Fallible APIs and Allocators: the design
Note: This post was drafted by an AI assistant under direction from the author. It is not first-hand writing; the design choices it describes are real, the prose explaining them is generated. Treat the technical content as the design talking, and the framing as a translation layer.
MisraStdC splits failure into two kinds and treats them differently. This page explains the split and the naming convention that goes with it.
Two kinds of failure
Caller bug. Out-of-bounds access, null pointer where one was promised, uninitialized object, broken invariant. The library does not try to recover. It aborts on the spot with a message and a stack trace.

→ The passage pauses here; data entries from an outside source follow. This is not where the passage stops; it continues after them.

import type { RequestHandler } from 'express';
import type { AppDeps } from '../../deps';
import { HttpStatus } from '../../http-status';
import { actorOf } from '../../services/catalogue-queries';
import {
  createClientOrganisation,
  createContact,
  deleteContact,
  getOrganisationDetail,
  listOrganisationsWithCounts,
  updateOrganisation,
  updateContact,
} from '../../services/organisations/organisations';
import { listOrganisations } from '../../services/work-orders';
import type { ListOrganisationsQuery, SaveContactBody, SaveOrganisationBody } from './organisations.schemas';

export function getOrganisations(deps: AppDeps): RequestHandler {
  return async (_req, res) => {
    const query = res.locals.query as ListOrganisationsQuery;
    const items =
      query.include === 'counts'
        ? await listOrganisationsWithCounts(deps.db, { kind: query.kind })
        : await listOrganisations(deps.db, { kind: query.kind });
    res.status(HttpStatus.OK).json({ items });
  };
}

export function getOrganisation(deps: AppDeps): RequestHandler {
  return async (_req, res) => {
    const { organisationId } = res.locals.params as { organisationId: string };
    res.status(HttpStatus.OK).json({ organisation: await getOrganisationDetail(deps.db, organisationId) });
  };
}

export function postOrganisation(deps: AppDeps): RequestHandler {
  return async (req, res) => {
    const id = await createClientOrganisation(deps.db, res.locals.body as SaveOrganisationBody, actorOf(req));
    res.status(HttpStatus.CREATED).json({ organisation: await getOrganisationDetail(deps.db, id) });
  };
}

export function patchOrganisation(deps: AppDeps): RequestHandler {
  return async (req, res) => {
    const { organisationId } = res.locals.params as { organisationId: string };
    await updateOrganisation(deps.db, organisationId, res.locals.body as SaveOrganisationBody, actorOf(req));
    res.status(HttpStatus.OK).json({ organisation: await getOrganisationDetail(deps.db, organisationId) });
  };
}

export function postContact(deps: AppDeps): RequestHandler {
  return async (req, res) => {
    const { organisationId } = res.locals.params as { organisationId: string };
    res.status(HttpStatus.CREATED).json({ contact: await createContact(deps.db, organisationId, res.locals.body as SaveContactBody, actorOf(req)) });
  };
}

export function putContact(deps: AppDeps): RequestHandler {
  return async (req, res) => {
    const { organisationId, contactId } = res.locals.params as { organisationId: string; contactId: string };
    res.status(HttpStatus.OK).json({ contact: await updateContact(deps.db, organisationId, contactId, res.locals.body as SaveContactBody, actorOf(req)) });
  };
}

export function deleteContactHandler(deps: AppDeps): RequestHandler {
  return async (req, res) => {
    const { organisationId, contactId } = res.locals.params as { organisationId: string; contactId: string };
    await deleteContact(deps.db, organisationId, contactId, actorOf(req));
    res.status(HttpStatus.NO_CONTENT).end();
  };
}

Runtime failure. Allocation failure, parse failure on external data, allocator exhaustion. The library returns false and lets the caller decide what to do.
The naming rule
For every operation that can fail at runtime, there are two public names:
- The plain name returns
bool. You handle the result. - The
Mustvariant aborts on failure. You use it when failure is genuinely not recoverable at this layer.
if (!VecInsertL(&values, item, idx)) {
// handle the allocation failure
return false;
}
VecMustInsertL(&values, item, idx);
// keeps going on success, aborts on failure
The plain name is the default. The Must form is the explicit opt-in to “treat failure as a programmer error from here up.” Use it at the top of binaries or in test fixtures, not deep inside a library.
L and R insertion forms
Insertion APIs come with L and R suffixes for ownership transfer behavior — see Generic Containers and Ownership for the full story. The failure model intersects them in one important way: the L form only zeros the source on success. A failed L insertion leaves the source untouched, so the caller can retry or hand it elsewhere.
What about allocators
Containers carry an Allocator * field and bind it at construction. The lifetime story is told by the Scope macro — see Scope-Based Allocator Discipline. Once bound, the allocator does not move; if you need a different policy, you build a different container.
Five allocator backends ship with the library: HeapAllocator, PageAllocator, ArenaAllocator, SlabAllocator, BudgetAllocator. Pick one based on lifetime and growth pattern, not on capabilities — all five can back any container.
What “landed” means today
The allocator half of this design is in: typed allocator structs, allocator-owning containers, per-type magic validation, the Scope discipline.
The fallible-API half is partway through. Some container operations still abort on allocation failure instead of returning false. If you find one without a Must peer, treat that as a piece that hasn’t been converted yet — the public convention is that the plain name propagates.